Going to school with a bunch of down-to-earth, sewed-their-own-clothes environmentalists, it was impossible not to hop on the vegan train. While this lifestyle can help you lose weight, after six years on this diet, I ended up gaining 40 pounds and realized it's because I did it all wrong. Here are my mistakes and how you can learn from them to avoid ballooning on a vegan diet.

1. Pasta and Bread Were
My Staples

On campus it was easy to grab bagels with Tofutti cream cheese for breakfast, pizza with dairy-free cheese for lunch, and a huge bowl of pasta for dinner, but I was eating enough carbs to run a marathon—while barely exercising, unless walking to the dining hall counts.

What to do instead: Overloading on carbs is one way to pile on the pounds, so while complex carbohydrates should be included in a vegan diet, they shouldn't be the star of every single meal.

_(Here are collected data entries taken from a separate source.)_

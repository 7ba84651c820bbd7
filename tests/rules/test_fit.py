"""Nothing is cut or rounded on the way into a record, and a number can be opened again."""

from __future__ import annotations

from decimal import Decimal as D

import pytest

from labrecords.models import Substance
from labrecords.rules.fit import objections_to_fit
from labrecords.rules.identifier import TAKEN_BY_ADDRESSES, objections_to_identifier
from labrecords.urls import urlpatterns


def test_objections_to_fit_is_silent_where_all_fits() -> None:
    assert objections_to_fit(Substance(name="salt", formula="NaCl", density=D("2.165"))) == []


@pytest.mark.parametrize(
    ("density", "sentence"),
    [
        ("2.16512", "Density is 2.16512: up to 4 decimals are kept."),
        ("10000", "Density is 10000: up to 4 digits before the decimal mark are kept."),
        ("NaN", "Density is NaN, which is no number. A number such as 12.30 is expected."),
    ],
)
def test_objections_to_fit_names_the_number(density: str, sentence: str) -> None:
    assert objections_to_fit(Substance(name="salt", formula="NaCl", density=D(density))) == [sentence]


def test_objections_to_fit_counts_the_characters() -> None:
    found = objections_to_fit(Substance(name="s" * 121, formula="NaCl"))
    assert len(found) == 1
    assert found[0].endswith("121 characters: up to 120 are kept.")


@pytest.mark.parametrize("text", ["N26-117", "KHP 26.01", "B-07", "7", "Ä-1", "NaOH-0.1+", "Ca2+"])
def test_objections_to_identifier_lets_labels_through(text: str) -> None:
    assert objections_to_identifier(text, field="Number", known=[]) == []


@pytest.mark.parametrize("text", ["a/b", "..", "-1", "a?b", "a#b", "a%b", "a\\b", "a\nb", " a", "a ", "<b>", "a."])
def test_objections_to_identifier_refuses_what_an_address_cannot_carry(text: str) -> None:
    (sentence,) = objections_to_identifier(text, field="Number", known=[])
    assert sentence.startswith("Number is “")


def test_objections_to_identifier_refuses_the_same_in_other_letters() -> None:
    found = objections_to_identifier("n26-117", field="Number", known=["N26-117"])
    assert found == ["Number: N26-117 is recorded already. Open it, or choose another."]


def test_every_word_that_stands_in_the_place_of_a_number_is_taken() -> None:
    routes = [str(pattern.pattern).strip("/").split("/") for pattern in urlpatterns]
    with_number = {route[0] for route in routes if len(route) == 2 and route[1].startswith("<str:")}
    words = {route[1] for route in routes if len(route) > 1 and route[0] in with_number}
    assert {"record", "certificates"} <= words
    assert {word for word in words if not word.startswith("<")} <= TAKEN_BY_ADDRESSES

Head to a bookstore or the Internet to find vegan recipes, and experiment to help open up a whole new world of entrées like tofu scrambles, zucchini noodles, and homemade veggie burgers.

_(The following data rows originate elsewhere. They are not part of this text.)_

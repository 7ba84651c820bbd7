"""Titrant lots over the API."""

from __future__ import annotations

from typing import Any

from django.db.models import QuerySet
from django.shortcuts import get_object_or_404
from django.utils import timezone
from drf_spectacular.utils import OpenApiParameter, extend_schema
from rest_framework import serializers
from rest_framework.decorators import api_view
from rest_framework.request import Request
from rest_framework.response import Response

from labrecords.api.recording import listed, recorded
from labrecords.models import Standardization, Titrant, TitrantLot, User
from labrecords.queries.register import titrant_lots
from labrecords.queries.standardization import in_force
from labrecords.services.titrant import record_lot


class ConcentrationShape(serializers.ModelSerializer[Standardization]):
    """A concentration in force, never without its uncertainty and its unit."""

    standardization = serializers.CharField(source="number")
    value = serializers.FloatField(source="calculation.value")
    expanded_uncertainty = serializers.FloatField(source="calculation.expanded_uncertainty")
    coverage_factor = serializers.FloatField(source="calculation.coverage_factor")
    unit = serializers.CharField(source="calculation.unit")

    class Meta:
        model = Standardization
        fields = (
            "standardization", "value", "expanded_uncertainty", "coverage_factor", "unit", "in_force_from",
            "in_force_until",
        )  # fmt: skip


class LotShape(serializers.ModelSerializer[TitrantLot]):
    """A bottle or tank."""

    titrant = serializers.CharField(source="titrant.code")
    prepared_by = serializers.CharField(source="prepared_by.username")
    state = serializers.CharField(source="shown_state")
    standardizations = serializers.IntegerField(source="attempts")

    class Meta:
        model = TitrantLot
        fields = (
            "number", "titrant", "prepared_on", "prepared_by", "reagent_lot", "volume", "expires_on", "state",
            "withdrawn_reason", "standardizations",
        )  # fmt: skip


class LotWithConcentrationShape(LotShape):
    """A bottle or tank with the concentration it has now."""

    concentration = ConcentrationShape(allow_null=True)

    class Meta(LotShape.Meta):
        fields = (*LotShape.Meta.fields, "concentration")


class LotEntry(serializers.Serializer[TitrantLot]):
    """A new lot of a titrant (its code), prepared by a person (the name for signing in)."""

    titrant = serializers.SlugRelatedField("code", queryset=Titrant.objects.select_related("superseded_by"))
    number = serializers.CharField(max_length=30)
    prepared_on = serializers.DateField()
    prepared_by = serializers.SlugRelatedField("username", queryset=User.objects.filter(is_active=True))
    reagent_lot = serializers.CharField(max_length=80)
    volume = serializers.DecimalField(10, 1)
    expires_on = serializers.DateField(required=False, allow_null=True)


@extend_schema(
    methods=["GET"], parameters=[OpenApiParameter("q"), OpenApiParameter("state")],
    responses=LotShape(many=True),
    operation_id="titrant_lots",
)  # fmt: skip
@extend_schema(methods=["POST"], request=LotEntry, responses={201: LotShape}, operation_id="record_titrant_lot")
@api_view(["GET", "POST"])
def list(request: Request) -> Response:
    """Lots, the newest first; POST records one into quarantine."""
    if request.method == "POST":
        return recorded(
            request,
            roles=("analyst", "supervisor"),
            entry=LotEntry,
            change=_record,
            found=_lots(),
            shown=LotShape,
        )
    q, state = request.query_params.get("q", ""), request.query_params.get("state", "")
    return listed(request, _lots(q=q, state=state), shown=LotShape)


@extend_schema(responses=LotWithConcentrationShape, operation_id="titrant_lot")
@api_view(["GET"])
def detail(request: Request, number: str) -> Response:
    """One lot with its concentration in force, if it has one."""
    lot = get_object_or_404(_lots(), number=number)
    held = in_force(lot, at=timezone.now())
    concentration = ConcentrationShape(held).data if held else None
    return Response(LotShape(lot).data | {"concentration": concentration})


def _record(*, by: User, titrant: Titrant, **typed: Any) -> TitrantLot:
    return record_lot(titrant, by=by, **typed)


def _lots(*, q: str = "", state: str = "") -> QuerySet[TitrantLot]:
    return titrant_lots(day=timezone.localdate(), q=q, state=state)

RELATED: 20 Satisfying Fall Meals for Any Diet

2. I Never Ate Beans
Having gas was the last thing a college girl would wish for, so I stayed away from beans and hardly ate any protein aside from soy ice cream. Without enough protein, hunger pangs drove me to eat more, which basically meant unhealthy comfort food like vegan mac 'n' cheese and cupcakes.

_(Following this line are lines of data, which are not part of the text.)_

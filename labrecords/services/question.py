"""Questions: records put in question when what they rest on becomes doubtful, until a supervisor answers."""

from __future__ import annotations

from collections.abc import Iterable, Sequence

from django.db import transaction
from django.utils import timezone

from labrecords.errors import refuse_if
from labrecords.models import Meaning, Question, RecordState, Run, Standardization, User
from labrecords.queries.lineage import runs_resting_on, standardizations_resting_on
from labrecords.rules.question import objections_to_answering
from labrecords.services import audit
from labrecords.services.signature import Credentials, sign


def raise_questions_on(standardization_ids: list[int], *, because: str, by: User) -> None:
    """Put everything that rests on these standardizations in question; called inside a service's open event."""
    resting = standardizations_resting_on(standardization_ids)
    live = [RecordState.SUBMITTED, RecordState.APPROVED, RecordState.OPEN]
    for standardization in Standardization.objects.filter(pk__in=resting, state__in=live):
        Question.objects.create(standardization=standardization, because=because, raised_by=by)
    raise_questions_on_runs(runs_resting_on(resting), because=because, by=by)


def raise_questions_on_runs(run_ids: Iterable[int], *, because: str, by: User) -> None:
    """Put runs in question; void ones are past it."""
    for run in Run.objects.filter(pk__in=list(run_ids)).exclude(state=RecordState.VOID):
        Question.objects.create(run=run, because=because, raised_by=by)


@transaction.atomic(durable=True)
def answer_questions(
    questions: Sequence[Question], *, by: User, credentials: Credentials, answer: str
) -> list[Question]:
    """A supervisor re-evaluates records and signs why they stand: one event and one signature for each record.

    Nothing is answered when one of them is refused.
    """
    ids = [question.pk for question in questions]
    locked = Question.objects.select_for_update(of=("self",)).select_related("run", "standardization").order_by("pk")
    found = list(locked.filter(pk__in=ids))
    refuse_if([sentence for each in found for sentence in objections_to_answering(each, by=by, answer=answer)])
    for question in found:
        _answered(question, by=by, credentials=credentials, answer=answer)
    return found


def answer_question(question: Question, *, by: User, credentials: Credentials, answer: str) -> Question:
    """The same for one record."""
    return answer_questions([question], by=by, credentials=credentials, answer=answer)[0]


def _answered(question: Question, *, by: User, credentials: Credentials, answer: str) -> None:
    number, noun = str(question.run or question.standardization), "run" if question.run_id else "standardization"
    question.answer, question.answered_by = answer, by
    with audit.event("question.answer", by=by, subject=number, reason=answer) as event:
        question.answered_at = event.at
        question.save(update_fields=["answer", "answered_by", "answered_at"])
        sign(
            Meaning.REEVALUATED,
            by=by,
            credentials=credentials,
            noun=noun,
            record_id=question.run_id or question.standardization_id or 0,
            number=number,
            content={"noun": "question", "about": number, "because": question.because, "answer": answer},
            reason=answer,
            zone=timezone.get_current_timezone_name(),
        )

What to do instead: Be sure to stock your kitchen with vegan sources of protein such as dry or canned beans, different varieties of tofu, tempeh, seitan, soy yogurt, and soy milk. For quick meals, packaged soy burgers, hot dogs, frozen dinners, and vegan deli meats are great to have on hand. If you're not used to these foods, introduce them gradually to prevent digestive issues.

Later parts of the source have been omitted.